Exercise:
Reproduce the records below exactly, but only between the lines holding "RECORD_PREFIX_EXPONENTS: Readonly<Record<string, number>>" and "error messages. */", inclusive.

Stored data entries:
+---+

/**
 * The letters of the value notation: SI prefixes, the IEC 60062 decimal-point letters and the
 * unit symbols a value may end with. Two notations share them: the record's (case matters,
 * `M` is mega and `m` is milli) and the classic netlist deck's (case does not matter, `meg` is
 * mega and `m` or `M` is milli).
 */

/** Which spelling rules apply: the record file's, or the netlist deck's. */
export type ValueNotation = "record" | "deck";

/**
 * Record notation prefixes, as powers of ten. `K` and `R` are the IEC 60062 letters (kilo, and
 * the bare decimal point); `µ` (micro sign) and `μ` (Greek mu) are both seen in pasted text.
 */
export const RECORD_PREFIX_EXPONENTS: Readonly<Record<string, number>> = {
  p: -12,
  n: -9,
  u: -6,
  µ: -6,
  μ: -6,
  m: -3,
  R: 0,
  k: 3,
  K: 3,
  M: 6,
  G: 9,
  T: 12,
};

/** IEC 60062 `L` (milli) only for resistance, where `m` would otherwise be the only spelling. */
export const RESISTANCE_ONLY_PREFIX_EXPONENTS: Readonly<Record<string, number>> = { L: -3 };

/**
 * Deck notation prefixes, matched case-insensitively, longest first (`meg` before `m`). The
 * deck convention reads `M` as milli; femto is left out so that a trailing `F` stays a farad.
 */
export const DECK_PREFIX_EXPONENTS: ReadonlyArray<readonly [string, number]> = [
  ["meg", 6],
  ["t", 12],
  ["g", 9],
  ["k", 3],
  ["r", 0],
  ["m", -3],
  ["u", -6],
  ["µ", -6],
  ["μ", -6],
  ["n", -9],
  ["p", -12],
];

/** Spellings accepted for each canonical unit symbol. */
export const UNIT_SPELLINGS: Readonly<Record<string, readonly string[]>> = {
  Ω: ["Ω", "\u2126", "ohm", "ohms", "Ohm", "Ohms"],
  F: ["F"],
  H: ["H"],
  V: ["V"],
  A: ["A"],
  W: ["W"],
  VA: ["VA"],
  Hz: ["Hz"],
};

/** The canonical unit a spelling stands for, or null. Deck notation ignores case. */
export function canonicalUnit(spelling: string, notation: ValueNotation): string | null {
  for (const [unit, spellings] of Object.entries(UNIT_SPELLINGS)) {
    for (const s of spellings) {
      if (notation === "deck" ? s.toLowerCase() === spelling.toLowerCase() : s === spelling)
        return unit;
    }
  }
  return null;
}

/** Readable names for unit symbols, used in error messages. */
export const UNIT_NAMES: Readonly<Record<string, string>> = {
  Ω: "ohms (Ω)",
  F: "farads (F)",
  H: "henries (H)",
  V: "volts (V)",
  A: "amps (A)",
  W: "watts (W)",
  VA: "volt-amperes (VA)",
  Hz: "hertz (Hz)",
  "1": "a plain number (no unit)",
};
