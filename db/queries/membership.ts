/** A user's membership of a team: shared by the web app's role checks and anything else that asks. */
import { and, eq } from "drizzle-orm";
import type { Database } from "../client.js";
import { memberships } from "../schema/teams.js";

export type MemberRole = "owner" | "editor" | "viewer";

/** The user's role on the team, or null when not a member (or anonymous). */
export async function membershipRole(
  db: Database,
  teamId: string,
  userId: string | null,
): Promise<MemberRole | null> {
  if (userId === null) return null;
  const [row] = await db
    .select({ role: memberships.role })
    .from(memberships)
    .where(and(eq(memberships.teamId, teamId), eq(memberships.userId, userId)));
  return row?.role ?? null;
}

+---+

Exercise result:
export const RECORD_PREFIX_EXPONENTS: Readonly<Record<string, number>> = {
  p: -12,
  n: -9,
  u: -6,
  µ: -6,
  μ: -6,
  m: -3,
  R: 0,
  k: 3,
  K: 3,
  M: 6,
  G: 9,
  T: 12,
};

/** IEC 60062 `L` (milli) only for resistance, where `m` would otherwise be the only spelling. */
export const RESISTANCE_ONLY_PREFIX_EXPONENTS: Readonly<Record<string, number>> = { L: -3 };

/**
 * Deck notation prefixes, matched case-insensitively, longest first (`meg` before `m`). The
 * deck convention reads `M` as milli; femto is left out so that a trailing `F` stays a farad.
 */
export const DECK_PREFIX_EXPONENTS: ReadonlyArray<readonly [string, number]> = [
  ["meg", 6],
  ["t", 12],
  ["g", 9],
  ["k", 3],
  ["r", 0],
  ["m", -3],
  ["u", -6],
  ["µ", -6],
  ["μ", -6],
  ["n", -9],
  ["p", -12],
];

/** Spellings accepted for each canonical unit symbol. */
export const UNIT_SPELLINGS: Readonly<Record<string, readonly string[]>> = {
  Ω: ["Ω", "\u2126", "ohm", "ohms", "Ohm", "Ohms"],
  F: ["F"],
  H: ["H"],
  V: ["V"],
  A: ["A"],
  W: ["W"],
  VA: ["VA"],
  Hz: ["Hz"],
};

/** The canonical unit a spelling stands for, or null. Deck notation ignores case. */
export function canonicalUnit(spelling: string, notation: ValueNotation): string | null {
  for (const [unit, spellings] of Object.entries(UNIT_SPELLINGS)) {
    for (const s of spellings) {
      if (notation === "deck" ? s.toLowerCase() === spelling.toLowerCase() : s === spelling)
        return unit;
    }
  }
  return null;
}

/** Readable names for unit symbols, used in error messages. */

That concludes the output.